Свернув за дюну, Владимир просто рухнул на землю. Господи, как же он устал! Они уже больше суток ковыляли по пустыне; у Олега в двух местах была простреляна нога, и Вове приходилось буквально тащить его на себе. Несколько раз тот предлагал бросить его, пойти вперед одному – так быстрее и надежнее, найти помощь и вернуться за ним. Вовка только морщился, вымученно улыбался и продолжал тащить Олега. Уйти сейчас, значило обречь на верную смерть товарища. Даже если повезет и он встретит кого-нибудь из своих, как найти в этом желтом горячем море оставленного товарища? Нет уж, помирать вместе веселее.
Но сейчас он ушел вперед, недалеко, метров на триста пятьдесят – четыреста. Главное, не показать товарищу, как он устал. Он полежит маленько, отдохнет и вернется… Они пойдут дальше… Наверное, уже недалеко…
Володя проснулся от холода. Черт! Уже ночь! Сколько же он проспал? И что с другом? Где он?
– Оле-ег! Оле-е-ег!!!
Плевать на маскировку, главное быть вместе, главное найти боевого товарища.
– Зде-есь… – донесся слабый голос откуда-то справа.

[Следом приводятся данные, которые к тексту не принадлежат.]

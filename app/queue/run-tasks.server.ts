import { and, asc, eq, inArray, isNull, lte, notInArray, or, sql } from "drizzle-orm";
import { inTransaction, type Database } from "~/db.server";
import { tasks } from "#drizzle/schema/index";
import type { ShopScope } from "~/auth/scope.server";
import type { TaskKind } from "./add-task.server";

export type TaskHandler = (scope: ShopScope, payload: unknown, now: number) => Promise<void>;
export type TaskHandlers = Readonly<Record<TaskKind, TaskHandler>>;

const LEASE_MS = 15 * 60_000;
const TRIES = 5;

/** Kinds that keep a processor busy for minutes: one at a time, and never in the way of a mail. */
const HEAVY: TaskKind[] = ["prepare-recording", "convert-recording"];

export type Lane = "light" | "heavy";

/** Takes the next due task of a lane under a lease; a worker that dies gives it back when the lease ends. */
function takeTask(db: Database, lane: Lane, now: number) {
  return inTransaction({ db }, (scope) => {
    const due = scope.db
      .select({ id: tasks.id })
      .from(tasks)
      .where(
        and(
          lane === "heavy" ? inArray(tasks.kind, HEAVY) : notInArray(tasks.kind, HEAVY),
          isNull(tasks.doneAt),
          isNull(tasks.failedAt),
          lte(tasks.runAt, now),
          or(isNull(tasks.leaseUntil), lte(tasks.leaseUntil, now)),
        ),
      )
      .orderBy(asc(tasks.runAt))
      .limit(1)
      .get();
    if (!due) return undefined;
    return scope.db
      .update(tasks)
      .set({ leaseUntil: now + LEASE_MS, attempts: sql`${tasks.attempts} + 1` })
      .where(eq(tasks.id, due.id))
      .returning()
      .get();
  });
}

/** Does one due task of a lane; false when there was none. A failure is kept with its sentence and tried again later. */
export async function runNextTask(
  db: Database,
  handlers: TaskHandlers,
  clock: () => number,
  lane: Lane = "light",
): Promise<boolean> {
  const task = takeTask(db, lane, clock());
  if (!task) return false;
  try {
    const scope: ShopScope = { db, shopId: task.shopId, by: `task ${task.kind}` };
    await handlers[task.kind as TaskKind](scope, task.payload, clock());
    db.update(tasks)
      .set({ doneAt: clock(), leaseUntil: null, lastError: null })
      .where(eq(tasks.id, task.id))
      .run();
  } catch (error) {
    const now = clock();
    const sentence = error instanceof Error ? error.message : String(error);
    const givenUp = task.attempts >= TRIES;
    db.update(tasks)
      .set({
        lastError: sentence.slice(0, 2000),
        leaseUntil: null,
        runAt: now + 5_000 * 4 ** (task.attempts - 1),
        failedAt: givenUp ? now : null,
      })
      .where(eq(tasks.id, task.id))
      .run();
    console.error(`task ${task.kind} ${task.id} failed (try ${task.attempts}): ${sentence}`);
  }
  return true;
}

/** Works through one lane's due tasks, one at a time, until stopped. */
function startLane(
  db: Database,
  handlers: TaskHandlers,
  lane: Lane,
  everyMs: number,
): { stop: () => Promise<void> } {
  let stopped = false;
  let wake: (() => void) | undefined;
  const running = (async () => {
    while (!stopped) {
      const worked = await runNextTask(db, handlers, Date.now, lane).catch((error: unknown) => {
        console.error("queue:", error);
        return false;
      });
      if (!worked && !stopped) {
        await new Promise<void>((resolve) => {
          wake = resolve;
          setTimeout(resolve, everyMs);
        });
      }
    }
  })();
  return {
    stop: async () => {
      stopped = true;
      wake?.();
      await running;
    },
  };
}

/** Works through due tasks until stopped: light ones and heavy ones side by side. */
export function startQueue(
  db: Database,
  handlers: TaskHandlers,
  everyMs = 500,
): { stop: () => Promise<void> } {
  const lanes = [startLane(db, handlers, "light", everyMs), startLane(db, handlers, "heavy", everyMs)];
  return {
    stop: async () => {
      await Promise.all(lanes.map((lane) => lane.stop()));
    },
  };
}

Не тратя сил на бесполезные перекликания, Вова двинулся в сторону услышанного звука. Пройдя метров двести, позвал опять:
– Ты где?!
– Здесь, – донеслось ближе и отчетливей, значит, двигался в правильном направлении.
Через пять минут, еще пару раз «аукнувшись» бойцы встретились.
– Как ты? – спросил Вова, плюхнувшись рядом с Олегом.
– Ничего, – ответил парень, – отдохнул, замерз вот только – земля быстро остыла.
– Ничего, ничего, – самое то для передвижения, – заодно и согреемся.
– Вряд ли это…
– Что вряд ли? – Владимир не видел лица товарища, только абрис головы и плеч на фоне звездного неба, но холодок неприятного предчувствия змеей заструился вдоль позвоночника.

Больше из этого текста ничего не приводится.